I believe you are correct re that section of the deck. It explains why there were lag bolts in that section where the header would be, but no lag bolts in the small portion adjacent to the header. Where there are no lag bolts, there are nails instead. The entire section of ledger that is holding up the walkway is nailed -- no lag bolts. There are two windows - one actual and the other just framed but sided over - that would have headers in that area as well.



3onthetree said:


> Glad you've decided to look at it all, and it paid off by finding a lot of other stuff that's compromised besides that one long rotted beam. I doubt any of the ledger was attached through to the studs, and would doubt any of us could do it consistently over that much wall length. Besides, who knows what electrical or plumbing is running through them. Lucky if that one spot may have hit the basement header, but there are definitely not enough bolts holding the ledger.
> 
> Does your redo involve raising the framing to walk out without a step down and then also have the ledger hit the rim board?


Once I decided to replace the beam and took a good look at the joists, it didn't make sense not to replace them, too. And of course all along the way I've discovered issues as you mention. 

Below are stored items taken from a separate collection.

// bad is one malformed text a row: after a crash or a wrong message it grows by one.
var bad = []struct {
	text, want string
	kind       geojson.Kind
}{
	{"", "a:1:1: end of the text: expected a GeoJSON object", geojson.Ended},
	{" \n ", "a:2:2: end of the text: expected a GeoJSON object", geojson.Ended},
	{"x,y,z\n1,2,3", `a:1:1: "x": expected a GeoJSON object`, geojson.Syntax},
	{"[1]", `a:1:1: "[": expected a GeoJSON object`, geojson.Syntax},
	{"\xff\xfe{", `a:1:1: byte "0xff": expected GeoJSON in UTF-8`, geojson.Encoding},
	{"\x00{\x00", `a:1:1: byte "0x00": expected GeoJSON in UTF-8`, geojson.Encoding},
	{"{}", `a:1:1: object: expected a member "type"`, geojson.Structure},
	{"{", `a:1:2: end of the text: expected a comma or '}'`, geojson.Ended},
	{`{"type"`, "a:1:8: end of the text: expected ':'", geojson.Ended},
	{`{"type":"Poi`, `a:1:9: text "Poi": expected a closing quote`, geojson.Ended},
	{`{"type":"Point"`, "a:1:16: end of the text: expected a comma or '}'", geojson.Ended},
	{`{type:"Point"}`, `a:1:2: "type": expected the name of a member in double quotes`, geojson.Syntax},
	{`{'type':"Point"}`, `a:1:2: "'": expected the name of a member in double quotes`, geojson.Syntax},
	{`{"type":Point}`, `a:1:9: "Point": expected the type in double quotes`, geojson.Syntax},
	{`{"type":"Point" "coordinates":[1,2]}`, `a:1:17: "\"": expected a comma or '}'`, geojson.Syntax},
	{`{"type":"Point","coordinates":[1,2],}`, `a:1:37: "}": expected the name of a member in double quotes`, geojson.Syntax},
	{`{"type":"Topology"}`, `a:1:9: type "Topology": expected FeatureCollection, Feature, Point, MultiPoint, LineString, MultiLineString, Polygon, MultiPolygon or GeometryCollection`, geojson.TypeName},
	{`{"type":"point","coordinates":[1,2]}`, `a:1:9: type "point": expected FeatureCollection, Feature, Point, MultiPoint, LineString, MultiLineString, Polygon, MultiPolygon or GeometryCollection`, geojson.TypeName},
	{`{"type":"Point"}`, `a:1:1: object: expected a member "coordinates"`, geojson.Structure},
	{`{"type":"Point","type":"Point"}`, `a:1:17: member "type": expected it once`, geojson.Structure},
	{`{"type":"Point","coordinates":[1,2],"coordinates":[1,2]}`, `a:1:37: member "coordinates": expected it once`, geojson.Structure},
	{`{"type":"Point","coordinates":[1,2],"geometries":[]}`, `a:1:37: member "geometries": expected one of coordinates, geometries, geometry and features`, geojson.Structure},
	{`{"type":"Point","coordinates":[1,2],"properties":{}}`, `a:1:1: object of type Point: expected no member "properties"`, geojson.Structure},
	{`{"type":"Point","coordinates":[1,2]} {}`, `a:1:38: "{": expected nothing behind the object: one text holds one GeoJSON object`, geojson.Syntax},
	{`{"type":"Point","coordinates":1}`, `a:1:31: "1": expected a list of coordinates in square brackets`, geojson.Syntax},
	{`{"type":"Point","coordinates":[1]}`, `a:1:31: position: expected 2 or 3 numbers, not 1`, geojson.Structure},
	{`{"type":"Point","coordinates":[[1,2]]}`, `a:1:31: coordinates of a Point: expected positions 1 brackets deep, not 2`, geojson.Shape},
	{`{"type":"Point","coordinates":[[]]}`, `a:1:31: coordinates of a Point: expected positions 1 brackets deep`, geojson.Shape},
	{`{"type":"Point","coordinates":[NaN,2]}`, `a:1:32: x "NaN": expected a finite number such as 12.4`, geojson.BadNumber},
	{`{"type":"Point","coordinates":[1,-Infinity]}`, `a:1:34: y "-Infinity": expected a finite number such as 12.4`, geojson.BadNumber},
	{`{"type":"Point","coordinates":[1,2,null]}`, `a:1:36: z "null": expected a number such as 12.4`, geojson.BadNumber},
	{`{"type":"Point","coordinates":["1",2]}`, `a:1:32: x "1": expected a number such as 12.4, not a text`, geojson.BadNumber},
	{`{"type":"Point","coordinates":[1,2,[3]]}`, `a:1:36: z "[": expected a number such as 12.4`, geojson.Structure},
	{`{"type":"Point","coordinates":[01,2]}`, `a:1:32: x "01": expected a number such as 12.4`, geojson.Syntax},
	{`{"type":"Point","coordinates":[1.,2]}`, `a:1:32: x "1.": expected a number such as 12.4`, geojson.Syntax},
	{`{"type":"Point","coordinates":[.5,2]}`, `a:1:32: x ".5": expected a number such as 12.4`, geojson.Syntax},
	{`{"type":"Point","coordinates":[+5,2]}`, `a:1:32: x "+5": expected a number such as 12.4`, geojson.Syntax},
	{`{"type":"Point","coordinates":[0x10,2]}`, `a:1:32: x "0x10": expected a number such as 12.4`, geojson.Syntax},
	{`{"type":"Point","coordinates":[1e,2]}`, `a:1:32: x "1e": expected a number such as 12.4`, geojson.Syntax},
	{`{"type":"Point","coordinates":[1_000,2]}`, `a:1:32: x "1_000": expected a number such as 12.4`, geojson.Syntax},
	{`{"type":"Point","coordinates":[1e999,2]}`, `a:1:32: x "1e999": expected a number within the range of doubles`, geojson.BadNumber},
	{`{"type":"Point","coordinates":[1e61,2]}`, `a:1:32: x "1e61": expected 0 or a number from 1e-60 to 1e60 in size`, geojson.BadNumber},
	{`{"type":"Point","coordinates":[1,1e-400]}`, `a:1:34: y "1e-400": expected 0 or a number from 1e-60 to 1e60 in size`, geojson.BadNumber},
	{`{"type":"Point","coordinates":[1,2}`, `a:1:35: "}": expected a comma or ']'`, geojson.Syntax},
	{`{"type":"Point","coordinates":[1 2]}`, `a:1:34: "2": expected a comma or ']'`, geojson.Syntax},
	{`{"type":"Point","coordinates":[1,,2]}`, `a:1:34: y ",": expected a number such as 12.4`, geojson.Syntax},
	{`{"type":"Point","coordinates":[1,2,]}`, `a:1:36: z "]": expected a number such as 12.4`, geojson.Syntax},
	{`{"type":"Point","coordinates":[1,2`, "a:1:35: end of the text: expected a comma or ']'", geojson.Ended},
	{`{"type":"LineString","coordinates":[[1,2]]}`, `a:1:36: line: expected 2 or more positions, not 1`, geojson.Shape},
	{`{"type":"MultiLineString","coordinates":[[[1,2],[3,4]],[[5,6]]]}`, `a:1:56: line: expected 2 or more positions, not 1`, geojson.Shape},
	{`{"type":"MultiLineString","coordinates":[[],[[5,6],[7,8]]]}`, `a:1:41: line: expected 2 or more positions, not 0`, geojson.Shape},
	{`{"type":"LineString","coordinates":[[1,2],[]]}`, `a:1:43: position: expected 2 or 3 numbers, not none`, geojson.Structure},
	{`{"type":"LineString","coordinates":[[],[1,2]]}`, `a:1:40: coordinates: expected positions, or none, all at one depth of brackets`, geojson.Structure},
	{`{"type":"LineString","coordinates":[[1,2],[[3,4]]]}`, `a:1:43: coordinates: expected numbers 2 brackets deep, not further brackets`, geojson.Structure},
	{`{"type":"Polygon","coordinates":[[[1,2],[3,4]],[5,6]]}`, `a:1:48: position: expected 3 brackets around each position, as at the first, not 2`, geojson.Structure},
	{`{"type":"LineString","coordinates":[[[[[1]]]]]}`, `a:1:39: coordinates: expected numbers 4 brackets deep, not further brackets`, geojson.Structure},
	{`{"type":"LineString","coordinates":[[1,2],{"x":1}]}`, `a:1:43: "{": expected a list of coordinates in square brackets`, geojson.Syntax},
	{`{"type":"Polygon","coordinates":[[[0,0],[1,0],[0,0]]]}`, `a:1:34: ring: expected 4 or more positions, the last as the first, not 3`, geojson.Shape},
	{`{"type":"Polygon","coordinates":[[[0,0],[1,0],[1,1],[0,1]]]}`, `a:1:34: ring that ends at (0, 1): expected its first position (0, 0) at the end`, geojson.Shape},
	{`{"type":"Polygon","coordinates":[[[0,0,5],[1,0,5],[1,1,5],[0,0,6]]]}`, `a:1:34: ring that ends at height 6: expected that of its first position, 5`, geojson.Shape},
	{`{"type":"Polygon","coordinates":[[[0,0,5],[1,0,5],[1,1,5],[0,0]]]}`, `a:1:34: ring that ends at height none: expected that of its first position, 5`, geojson.Shape},
	{`{"type":"MultiPolygon","coordinates":[[[[0,0],[1,0],[1,1],[0,0]]],[]]}`, `a:1:38: polygon 2: expected 1 or more rings`, geojson.Shape},
	{`{"type":"MultiPolygon","coordinates":[[],[[[0,0],[1,0],[1,1],[0,0]]]]}`, `a:1:38: polygon 1: expected 1 or more rings`, geojson.Shape},
	{`{"type":"MultiPolygon","coordinates":[[[]],[[[0,0],[1,0],[1,1],[0,0]]]]}`, `a:1:38: ring: expected 4 or more positions, the last as the first, not 0`, geojson.Shape},
	{`{"type":"GeometryCollection","geometries":{}}`, `a:1:43: "{": expected '['`, geojson.Syntax},
	{`{"type":"GeometryCollection","geometries":[null]}`, `a:1:44: "null": expected a geometry in braces`, geojson.Syntax},
	{`{"type":"GeometryCollection","geometries":[{"type":"Feature"}]}`, `a:1:52: type "Feature": expected Point, MultiPoint, LineString, MultiLineString, Polygon, MultiPolygon or GeometryCollection`, geojson.TypeName},
	{`{"type":"Feature","properties":{}}`, `a:1:1: object: expected a member "geometry"`, geojson.Structure},
	{`{"type":"Feature","geometry":{"type":"Point","coordinates":[1,2],"properties":1}}`, `a:1:66: member "properties": expected none such in a geometry`, geojson.Structure},
	{`{"type":"Feature","geometry":[],"properties":{}}`, `a:1:30: "[": expected a geometry in braces`, geojson.Syntax},
	{`{"type":"Feature","geometry":nil}`, `a:1:30: "nil": expected null`, geojson.Syntax},
	{`{"type":"Feature","geometry":null,"properties":[]}`, `a:1:48: "[": expected '{'`, geojson.Syntax},
	{`{"type":"Feature","geometry":null,"id":[1]}`, `a:1:40: id: expected a text or a number`, geojson.Structure},
	{`{"type":"Feature","geometry":null,"properties":{"a":1,"a":2}}`, `a:1:55: property "a": expected it once`, geojson.Structure},
	{`{"type":"Feature","geometry":null,"properties":{"a":tru}}`, `a:1:53: "tru": expected true`, geojson.Syntax},
	{`{"type":"Feature","geometry":null,"properties":{"a":undefined}}`, `a:1:53: value "undefined": expected a number such as 12.4`, geojson.Syntax},
	{`{"type":"Feature","geometry":null,"properties":{"a":[1,2}}`, `a:1:57: "}": expected a comma or ']'`, geojson.Syntax},
	{"{\"type\":\"Feature\",\"geometry\":null,\"properties\":{\"ä€𝄞\":\"\xe9\"}}", `a:1:56: byte "0xe9": expected UTF-8`, geojson.Encoding},
	{"{\"type\":\"Feature\",\"geometry\":null,\"properties\":{\"a\":\"b\nc\"}}", `a:1:55: text "\n": expected control characters written as \u000a`, geojson.Syntax},
	{`{"type":"Feature","geometry":null,"properties":{"a":"\x41"}}`, `a:1:54: escape "\\x": expected one of \" \\ \/ \b \f \n \r \t \uXXXX`, geojson.Syntax},
	{`{"type":"Feature","geometry":null,"properties":{"a":"\u00g1"}}`, `a:1:54: escape "\\u00g1": expected one of \" \\ \/ \b \f \n \r \t \uXXXX`, geojson.Syntax},
	{`{"type":"Feature","geometry":null,"properties":{"a":"\ud834"}}`, `a:1:54: escape "\\ud834": expected a pair of surrogates`, geojson.Encoding},
	{`{"type":"FeatureCollection"}`, `a:1:1: object: expected a member "features"`, geojson.Structure},
	{`{"type":"FeatureCollection","features":{}}`, `a:1:40: "{": expected '['`, geojson.Syntax},
	{"{\"type\":\"FeatureCollection\",\n\"features\":[\n  1]}", `a:3:3: feature 1: "1": expected a feature in braces`, geojson.Syntax},
	{"{\"type\":\"FeatureCollection\",\n\"features\":[\n{\"type\":\"Feature\",\"geometry\":null},\n {\"type\":\"Point\",\"coordinates\":[1,2]}]}", `a:4:18: feature 2: member "coordinates": expected none such in a feature`, geojson.Structure},
	{`{"type":"FeatureCollection","features":[{"type":"Point"}]}`, `a:1:49: feature 1: type "Point": expected Feature`, geojson.TypeName},
	{`{"type":"FeatureCollection","features":[{"type":"Feature","geometry":null} {}]}`, `a:1:76: feature 1: "{": expected a comma or ']'`, geojson.Syntax},
	{`{"type":"FeatureCollection","features":[{"type":"Feature","geometry":null},]}`, `a:1:76: feature 2: "]": expected a feature in braces`, geojson.Syntax},
	{`{"type":"FeatureCollection","features":[{"type":"Feature","geometry":null}`, `a:1:75: feature 1: end of the text: expected a comma or ']'`, geojson.Ended},
	{`{"type":"FeatureCollection","features":[],"features":[]}`, `a:1:43: member "features": expected it once`, geojson.Structure},
	{`{"features":[{"type":"Feature","geometry":null}],"type":"Feature"}`, `a:1:1: object: expected a member "geometry"`, geojson.Structure},
	{`{"features":[],"type":"Point","coordinates":[1,2]}`, `a:1:31: member "coordinates": expected one of coordinates, geometries, geometry and features`, geojson.Structure},
	{`{"type":"FeatureCollection","features":[],"properties":{}}`, `a:1:1: object of type FeatureCollection: expected no member "properties"`, geojson.Structure},
	{`{"type":"FeatureCollection","features":[]}{"type":"FeatureCollection"}`, `a:1:43: "{": expected nothing behind the object: one text holds one GeoJSON object`, geojson.Syntax},
}

func TestReadErrors(t *testing.T) {
	for _, c := range bad {
		for name, src := range map[string]io.Reader{"whole": strings.NewReader(c.text), "by bytes": iotest.OneByteReader(strings.NewReader(c.text))} {
			_, r, err := read(src, geojson.ReadOptions{File: "a"})
			var p *geojson.PositionError
			if !errors.As(err, &p) || err.Error() != c.want || p.Kind != c.kind {
				t.Errorf("%s (%s):\n got %v (kind %d)\nwant %s (kind %d)", c.text, name, err, kindOf(p), c.want, c.kind)
				continue
			}
			if _, again := r.Next(); again != err {
				t.Errorf("%s: then %v", c.text, again)
			}
		}
	}
}

func kindOf(p *geojson.PositionError) geojson.Kind {
	if p == nil {
		return 0
	}
	return p.Kind
}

Re raising the framing -- I've read that in high snow areas, decks are intentionally framed lower? The header section does span a significant (around 70%) chunk of that section of the deck so perhaps that's enough? I've looked at two other decks in the area and both were as low as mine. If only I could see through the walls!

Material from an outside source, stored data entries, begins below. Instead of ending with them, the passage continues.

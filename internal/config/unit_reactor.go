package config

// Dimensions of the reactor: area, circuit, power.

func area() dimension {
	return dimension{"an area", "300 cm2", []unit{
		{name: "m2", also: []string{"m^2", "m²"}},
		{name: "cm2", scale: "1e-4", also: []string{"cm^2", "cm²"}},
		{name: "mm2", scale: "1e-6", also: []string{"mm^2", "mm²"}},
		{name: "in2", scale: "6.4516e-4", also: []string{"in^2", "in²"}},
	}}
}

func capacitancePerArea() dimension {
	return dimension{"a capacitance per area", "1 uF/m2", []unit{
		{name: "F/m2", also: []string{"F/m^2", "F/m²"}},
		{name: "uF/m2", scale: "1e-6", also: []string{"\u00b5F/m2", "\u03bcF/m2", "uF/m^2", "uF/m²"}},
		{name: "nF/m2", scale: "1e-9", also: []string{"nF/m^2", "nF/m²"}},
		{name: "nF/cm2", scale: "1e-5", also: []string{"nF/cm^2", "nF/cm²"}},
		{name: "pF/cm2", scale: "1e-8", also: []string{"pF/cm^2", "pF/cm²"}},
	}}
}

func capacitance() dimension {
	return dimension{"a capacitance", "10 nF", []unit{
		{name: "F", words: []string{"farad"}},
		{name: "uF", scale: "1e-6", also: []string{"\u00b5F", "\u03bcF"}},
		{name: "nF", scale: "1e-9"},
		{name: "pF", scale: "1e-12"},
	}}
}

func resistanceTimesArea() dimension {
	return dimension{"a resistance times area", "5 ohm cm2", []unit{
		{name: "ohm m2"},
		{name: "ohm cm2", scale: "1e-4"},
	}}
}

func resistance() dimension {
	return dimension{"a resistance", "0.5 ohm", []unit{
		{name: "ohm", also: []string{"Ohm", "\u03a9", "\u2126"}},
		{name: "mohm", scale: "1e-3"},
	}}
}

func inductanceTimesArea() dimension {
	return dimension{"an inductance times area", "10 nH m2", []unit{
		{name: "H m2"},
		{name: "uH m2", scale: "1e-6"},
		{name: "nH m2", scale: "1e-9"},
		{name: "uH cm2", scale: "1e-10"},
	}}
}

func inductance() dimension {
	return dimension{"an inductance", "200 nH", []unit{
		{name: "H", words: []string{"henry"}},
		{name: "uH", scale: "1e-6", also: []string{"\u00b5H", "\u03bcH"}},
		{name: "nH", scale: "1e-9"},
	}}
}

func powerPerArea() dimension {
	return dimension{"a power per area", "0.1 W/cm2", []unit{
		{name: "W/m2", also: []string{"W/m^2", "W/m²"}},
		{name: "kW/m2", scale: "1e3", also: []string{"kW/m^2", "kW/m²"}},
		{name: "W/cm2", scale: "1e4", also: []string{"W/cm^2", "W/cm²"}},
		{name: "mW/cm2", scale: "1e1", also: []string{"mW/cm^2", "mW/cm²"}},
	}}
}

func power() dimension {
	return dimension{"a power", "30 W", []unit{
		{name: "W", words: []string{"watt", "watts"}},
		{name: "kW", scale: "1e3"},
	}}
}

func currentPerArea() dimension {
	return dimension{"a current density", "2 mA/cm2", []unit{
		{name: "A/m2", also: []string{"A/m^2", "A/m²"}},
		{name: "mA/cm2", scale: "1e1", also: []string{"mA/cm^2", "mA/cm²"}},
	}}
}

func current() dimension {
	return dimension{"a current", "1.5 A", []unit{
		{name: "A", words: []string{"ampere", "amperes", "amp"}},
		{name: "mA", scale: "1e-3"},
	}}
}
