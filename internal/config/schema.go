package config

import (
	"encoding/json"
	"fmt"

	"github.com/invopop/jsonschema"
)

// Schema is a JSON Schema (2020-12) of the input file for editors. It accepts whatever Parse
// accepts; it cannot express the rules between values (sums, fundamentals, divisors) and most
// limits of quantities, since those are text.
func Schema() ([]byte, error) {
	s := layout(newCase()).schema()
	s.Version = jsonschema.Version
	s.Title = "ionfall input"
	s.Description = "One run of a capacitive RF plasma. Quantities are text with a unit."
	out, err := json.MarshalIndent(s, "", "  ")
	if err != nil {
		return nil, fmt.Errorf("writing the schema: %w", err)
	}
	return append(out, '\n'), nil
}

That said, I have taken off the ledger and the band board ref'd in the original post above. Below the door and behind the band board (and house wrap) I found water damage and a section of apparent carpenter ant damage to the 3/4" sheathing. I assume the next step is pulling apart the trim around the door and addressing any flashing issues before moving forward? I sure hope the snow comes late this year!


----------



## Nealtw (Jun 22, 2017)

The height of the deck with one step below the floor level is correct


----------



## Nealtw (Jun 22, 2017)

Confirm the direction of the floor joist before removing any rim joist. If the joists are running in the same direction as the rim joist, we change the rim in short chunks so the wall and floor do not sag.


----------



## Calson (Jan 23, 2019)

Best long term solution is to add footings and posts to support a beam running 18" from the side of the house. The extra cost is for a small amount of concrete and the 4x6 posts and the beam. 

Ledger failures is the number one reason for deck failures and it is difficult to avoid moisture and dry rot and termites where the ledger attaches to the house. 

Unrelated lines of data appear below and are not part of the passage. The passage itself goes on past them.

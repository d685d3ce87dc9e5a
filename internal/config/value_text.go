package config

import (
	"fmt"
	"regexp"
	"slices"
	"strings"
	"unicode"
	"unicode/utf8"

	"github.com/invopop/jsonschema"
	"go.yaml.in/yaml/v4"

	"ionfall/internal/inputerr"
)

// line is one line of text.
type line struct {
	dst *string
	max int
}

func (v line) wanted() string {
	return fmt.Sprintf("one line of text of at most %d characters", v.max)
}

func (v line) decode(d *decoder, n *yaml.Node, path string) {
	text, ok := d.scalar(v, n, path)
	if !ok {
		return
	}
	if n.Tag != "!!str" {
		d.fail(n, path, found(n), "text", "put it in quotes")
		return
	}
	odd := func(r rune) bool { return !unicode.IsPrint(r) && !unicode.Is(unicode.Zs, r) }
	if utf8.RuneCountInString(text) > v.max || strings.ContainsFunc(text, odd) {
		d.fail(n, path, found(n), v.wanted(), "")
		return
	}
	*v.dst = text
}

func (v line) encode() *yaml.Node {
	if *v.dst == "" {
		return nil
	}
	n := scalarNode("!!str", *v.dst)
	if !regexp.MustCompile(`^[A-Za-z][A-Za-z0-9 ,./()+-]*$`).MatchString(*v.dst) {
		n.Style = yaml.DoubleQuotedStyle
	}
	return n
}

func (v line) schema() *jsonschema.Schema {
	most := uint64(v.max)
	return &jsonschema.Schema{Type: "string", MaxLength: &most}
}

// choice is one of some words.
type choice struct {
	dst     *string
	options []string
	// auto accepts the word auto for "".
	auto bool
}

// words are the options, with auto first if it is one.
func (v choice) words() []string {
	if v.auto {
		return append([]string{"auto"}, v.options...)
	}
	return v.options
}

func (v choice) wanted() string {
	words := v.words()
	last := len(words) - 1
	return strings.Join(words[:last], ", ") + " or " + words[last]
}

func (v choice) decode(d *decoder, n *yaml.Node, path string) {
	text, ok := d.scalar(v, n, path)
	if !ok {
		return
	}
	if !slices.Contains(v.words(), text) {
		hint := ""
		if near := inputerr.Nearest(text, v.words()); near != "" {
			hint = fmt.Sprintf("did you mean %q?", near)
		}
		d.fail(n, path, found(n), v.wanted(), hint)
		return
	}
	if v.auto && text == "auto" {
		text = ""
	}
	*v.dst = text
}

func (v choice) encode() *yaml.Node {
	if v.auto && *v.dst == "" {
		return scalarNode("!!str", "auto")
	}
	return scalarNode("!!str", *v.dst)
}

func (v choice) schema() *jsonschema.Schema {
	s := &jsonschema.Schema{Type: "string"}
	for _, w := range v.words() {
		s.Enum = append(s.Enum, w)
	}
	return s
}

// boolean is true or false.
type boolean struct{ dst *bool }

func (boolean) wanted() string { return "true or false" }

func (v boolean) decode(d *decoder, n *yaml.Node, path string) {
	text, ok := d.scalar(v, n, path)
	if !ok {
		return
	}
	if n.Tag != "!!bool" {
		d.fail(n, path, found(n), v.wanted(), "")
		return
	}
	*v.dst = strings.EqualFold(text, "true")
}

func (v boolean) encode() *yaml.Node {
	return scalarNode("!!bool", fmt.Sprint(*v.dst))
}

func (boolean) schema() *jsonschema.Schema {
	return &jsonschema.Schema{Type: "boolean"}
}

With my own deck the height above grade varied from 2 feet to 10 feet as it wrapped around the house which is on a steeply sloping hill. I added the additional supports and used a beam instead of ledgers and some knee and cross bracing and the deck is rock solid. I also left a 1 inch gap and then ran the decking to within 1/4 inch of the house and then installed flashing so even when washing the deck there is no water that can get to the sides of the house.


----------



## tdew2 (Aug 22, 2018)

Calson said:


> Best long term solution is to add footings and posts to support a beam running 18" from the side of the house. The extra cost is for a small amount of concrete and the 4x6 posts and the beam.
> 
> Ledger failures is the number one reason for deck failures and it is difficult to avoid moisture and dry rot and termites where the ledger attaches to the house.
> 
> With my own deck the height above grade varied from 2 feet to 10 feet as it wrapped around the house which is on a steeply sloping hill. I added the additional supports and used a beam instead of ledgers and some knee and cross bracing and the deck is rock solid. I also left a 1 inch gap and then ran the decking to within 1/4 inch of the house and then installed flashing so even when washing the deck there is no water that can get to the sides of the house.



I've built a freestanding deck in the past and with the proper bracing it was rock solid. I'm still leaning toward a ledger board but as I discover what's behind the existing ledger board, I do appreciate the sentiment.


----------



## tdew2 (Aug 22, 2018)

tdew2 said:


> I've built a freestanding deck in the past and with the proper bracing it was rock solid. I'm still leaning toward a ledger board but as I discover what's behind the existing ledger board, I do appreciate the sentiment.



Btw, has anyone discovered a good method to remove existing ice & water shield? I've found older threads addressing the issue and it didn't look like there were any "easy" ways to go about it.


----------